Materials provided.

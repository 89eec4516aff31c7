import { existsSync } from 'node:fs';
import path from 'node:path';
import { findImportCycles, resolveImport } from './import-cycles.mjs';
import { judgeImport } from './import-zones.mjs';

const kebabFile = /^\.?[a-z0-9]+(-[a-z0-9]+)*(\.[a-z0-9]+(-[a-z0-9]+)*)*$/;
const migrationFile = /^\d{14}_[a-z0-9]+(_[a-z0-9]+)*\.ts$/;

/** @param {import('eslint').Rule.RuleContext} context */
function projectPath(context) {
  return path.relative(context.cwd, context.filename).split(path.sep).join('/');
}

/** @type {import('eslint').Rule.RuleModule} */
const importZones = {
  meta: { type: 'problem', schema: [], docs: { description: 'Hold the import table' } },
  create(context) {
    const file = projectPath(context);
    /** @param {import('estree').Node | null | undefined} source */
    const judge = (source) => {
      if (source?.type !== 'Literal' || typeof source.value !== 'string') return;
      const message = judgeImport(file, source.value);
      if (message !== undefined) context.report({ node: source, message });
    };
    return {
      ImportDeclaration: (node) => judge(node.source),
      ImportExpression: (node) => judge(node.source),
      ExportNamedDeclaration: (node) => judge(node.source),
      ExportAllDeclaration: (node) => judge(node.source),
      TSImportType: (/** @type {any} */ node) => judge(node.source ?? node.argument?.literal),
    };
  },
};

/** @type {import('eslint').Rule.RuleModule} */
const kebabCaseFile = {
  meta: { type: 'problem', schema: [], docs: { description: 'Files and folders are named in kebab-case' } },
  create(context) {
    return {
      Program(node) {
        const file = projectPath(context);
        const parts = file.split('/');
        const isMigration = parts[0] === 'migrations' && migrationFile.test(parts.at(-1) ?? '');
        const wrong = isMigration ? undefined : parts.find((part) => part !== '..' && !kebabFile.test(part));
        if (wrong !== undefined) context.report({ node, message: `"${wrong}" is not kebab-case` });
      },
    };
  },
};

const sourceFolders = ['src', 'server', 'migrations', 'seeds', 'tests'];

/** Read once for a whole run: an editor that keeps lint running sees a new cycle after a restart. */
function createCycleFinder() {
  /** @type {ReturnType<typeof findImportCycles> | undefined} */
  let cycles;
  return (/** @type {string} */ root) => {
    cycles ??= findImportCycles(
      sourceFolders.map((folder) => path.join(root, folder)).filter((place) => existsSync(place)),
    );
    return cycles;
  };
}

const cyclesOf = createCycleFinder();

/** @type {import('eslint').Rule.RuleModule} */
const noImportCycle = {
  meta: { type: 'problem', schema: [], docs: { description: 'No file imports itself over others' } },
  create(context) {
    const circular = cyclesOf(context.cwd).get(context.filename);
    if (circular === undefined || circular.size === 0) return {};
    /** @param {any} node */
    const judge = (node) => {
      const target = resolveImport(context.filename, String(node.source?.value ?? ''), circular);
      if (target === undefined || (node.importKind ?? node.exportKind) === 'type') return;
      context.report({ node, message: `${path.relative(context.cwd, target)} imports this file back` });
    };
    return { ImportDeclaration: judge, ExportNamedDeclaration: judge, ExportAllDeclaration: judge };
  },
};

/** Rules that no package offers in the shape that this project needs. */
export const holdoffRules = {
  rules: { 'import-zones': importZones, 'kebab-case-file': kebabCaseFile, 'no-import-cycle': noImportCycle },
};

Task brief. Repeat the entries exactly, all of them.

Written response.
repository 89eec4516aff31c7
import { existsSync } from 'node:fs';
import path from 'node:path';
import { findImportCycles, resolveImport } from './import-cycles.mjs';
import { judgeImport } from './import-zones.mjs';

const kebabFile = /^\.?[a-z0-9]+(-[a-z0-9]+)*(\.[a-z0-9]+(-[a-z0-9]+)*)*$/;
const migrationFile = /^\d{14}_[a-z0-9]+(_[a-z0-9]+)*\.ts$/;

/** @param {import('eslint').Rule.RuleContext} context */
function projectPath(context) {
  return path.relative(context.cwd, context.filename).split(path.sep).join('/');
}

/** @type {import('eslint').Rule.RuleModule} */
const importZones = {
  meta: { type: 'problem', schema: [], docs: { description: 'Hold the import table' } },
  create(context) {
    const file = projectPath(context);
    /** @param {import('estree').Node | null | undefined} source */
    const judge = (source) => {
      if (source?.type !== 'Literal' || typeof source.value !== 'string') return;
      const message = judgeImport(file, source.value);
      if (message !== undefined) context.report({ node: source, message });
    };
    return {
      ImportDeclaration: (node) => judge(node.source),
      ImportExpression: (node) => judge(node.source),
      ExportNamedDeclaration: (node) => judge(node.source),
      ExportAllDeclaration: (node) => judge(node.source),
      TSImportType: (/** @type {any} */ node) => judge(node.source ?? node.argument?.literal),
    };
  },
};

/** @type {import('eslint').Rule.RuleModule} */
const kebabCaseFile = {
  meta: { type: 'problem', schema: [], docs: { description: 'Files and folders are named in kebab-case' } },
  create(context) {
    return {
      Program(node) {
        const file = projectPath(context);
        const parts = file.split('/');
        const isMigration = parts[0] === 'migrations' && migrationFile.test(parts.at(-1) ?? '');
        const wrong = isMigration ? undefined : parts.find((part) => part !== '..' && !kebabFile.test(part));
        if (wrong !== undefined) context.report({ node, message: `"${wrong}" is not kebab-case` });
      },
    };
  },
};

const sourceFolders = ['src', 'server', 'migrations', 'seeds', 'tests'];

/** Read once for a whole run: an editor that keeps lint running sees a new cycle after a restart. */
function createCycleFinder() {
  /** @type {ReturnType<typeof findImportCycles> | undefined} */
  let cycles;
  return (/** @type {string} */ root) => {
    cycles ??= findImportCycles(
      sourceFolders.map((folder) => path.join(root, folder)).filter((place) => existsSync(place)),
    );
    return cycles;
  };
}

const cyclesOf = createCycleFinder();

/** @type {import('eslint').Rule.RuleModule} */
const noImportCycle = {
  meta: { type: 'problem', schema: [], docs: { description: 'No file imports itself over others' } },
  create(context) {
    const circular = cyclesOf(context.cwd).get(context.filename);
    if (circular === undefined || circular.size === 0) return {};
    /** @param {any} node */
    const judge = (node) => {
      const target = resolveImport(context.filename, String(node.source?.value ?? ''), circular);
      if (target === undefined || (node.importKind ?? node.exportKind) === 'type') return;
      context.report({ node, message: `${path.relative(context.cwd, target)} imports this file back` });
    };
    return { ImportDeclaration: judge, ExportNamedDeclaration: judge, ExportAllDeclaration: judge };
  },
};

/** Rules that no package offers in the shape that this project needs. */
export const holdoffRules = {
  rules: { 'import-zones': importZones, 'kebab-case-file': kebabCaseFile, 'no-import-cycle': noImportCycle },
};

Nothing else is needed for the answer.